- [The input]
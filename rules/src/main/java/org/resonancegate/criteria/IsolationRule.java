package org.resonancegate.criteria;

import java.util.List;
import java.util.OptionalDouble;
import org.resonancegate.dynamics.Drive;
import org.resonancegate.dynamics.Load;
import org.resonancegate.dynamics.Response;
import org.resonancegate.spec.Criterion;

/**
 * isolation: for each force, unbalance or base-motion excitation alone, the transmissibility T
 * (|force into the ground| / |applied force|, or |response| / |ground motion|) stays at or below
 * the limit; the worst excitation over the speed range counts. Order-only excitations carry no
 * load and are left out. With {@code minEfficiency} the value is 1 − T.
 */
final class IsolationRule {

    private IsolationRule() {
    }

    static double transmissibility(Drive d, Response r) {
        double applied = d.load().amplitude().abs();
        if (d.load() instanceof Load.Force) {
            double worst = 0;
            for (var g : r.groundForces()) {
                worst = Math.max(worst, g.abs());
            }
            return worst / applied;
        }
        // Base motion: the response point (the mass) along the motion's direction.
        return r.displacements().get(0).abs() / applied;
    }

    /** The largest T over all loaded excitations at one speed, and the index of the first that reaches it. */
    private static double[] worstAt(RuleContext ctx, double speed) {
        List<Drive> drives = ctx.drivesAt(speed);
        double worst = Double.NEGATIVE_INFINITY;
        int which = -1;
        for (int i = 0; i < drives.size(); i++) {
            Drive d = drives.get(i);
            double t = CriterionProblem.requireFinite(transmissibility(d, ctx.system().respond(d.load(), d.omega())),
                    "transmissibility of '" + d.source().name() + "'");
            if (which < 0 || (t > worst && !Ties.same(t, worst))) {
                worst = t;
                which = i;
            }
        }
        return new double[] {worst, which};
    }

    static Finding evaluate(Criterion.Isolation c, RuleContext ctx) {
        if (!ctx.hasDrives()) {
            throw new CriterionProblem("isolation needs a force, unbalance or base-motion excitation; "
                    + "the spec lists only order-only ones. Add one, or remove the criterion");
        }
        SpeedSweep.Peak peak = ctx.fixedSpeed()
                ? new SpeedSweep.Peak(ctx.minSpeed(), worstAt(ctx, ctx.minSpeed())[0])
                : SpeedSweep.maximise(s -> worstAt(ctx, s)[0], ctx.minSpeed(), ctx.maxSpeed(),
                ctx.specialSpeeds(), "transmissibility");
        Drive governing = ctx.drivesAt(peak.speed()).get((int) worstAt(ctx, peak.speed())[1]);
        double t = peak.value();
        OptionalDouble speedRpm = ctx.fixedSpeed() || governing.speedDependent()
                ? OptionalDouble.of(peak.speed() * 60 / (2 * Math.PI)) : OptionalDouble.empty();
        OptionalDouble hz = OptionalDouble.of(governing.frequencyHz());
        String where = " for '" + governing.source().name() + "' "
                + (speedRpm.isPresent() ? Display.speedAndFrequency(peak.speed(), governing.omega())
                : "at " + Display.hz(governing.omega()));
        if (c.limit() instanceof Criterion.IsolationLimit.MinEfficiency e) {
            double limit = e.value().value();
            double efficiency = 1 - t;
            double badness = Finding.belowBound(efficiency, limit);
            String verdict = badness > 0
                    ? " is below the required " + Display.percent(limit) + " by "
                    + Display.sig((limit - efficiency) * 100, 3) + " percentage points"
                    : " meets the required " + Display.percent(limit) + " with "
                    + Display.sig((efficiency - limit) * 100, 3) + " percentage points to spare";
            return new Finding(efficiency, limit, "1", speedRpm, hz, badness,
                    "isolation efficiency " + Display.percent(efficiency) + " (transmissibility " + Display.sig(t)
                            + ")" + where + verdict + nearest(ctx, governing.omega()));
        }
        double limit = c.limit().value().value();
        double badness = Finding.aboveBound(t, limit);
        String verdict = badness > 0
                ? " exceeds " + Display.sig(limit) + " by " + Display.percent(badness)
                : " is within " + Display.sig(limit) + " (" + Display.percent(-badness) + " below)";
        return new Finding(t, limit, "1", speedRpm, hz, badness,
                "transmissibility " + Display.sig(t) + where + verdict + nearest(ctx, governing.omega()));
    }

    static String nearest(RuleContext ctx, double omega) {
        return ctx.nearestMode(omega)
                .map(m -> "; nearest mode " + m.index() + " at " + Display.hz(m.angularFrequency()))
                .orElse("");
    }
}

- [Exercise]
Pick every line of the data that includes the string "SpeedSweep".

- [Result]
        SpeedSweep.Peak peak = ctx.fixedSpeed()
                ? new SpeedSweep.Peak(ctx.minSpeed(), worstAt(ctx, ctx.minSpeed())[0])
                : SpeedSweep.maximise(s -> worstAt(ctx, s)[0], ctx.minSpeed(), ctx.maxSpeed(),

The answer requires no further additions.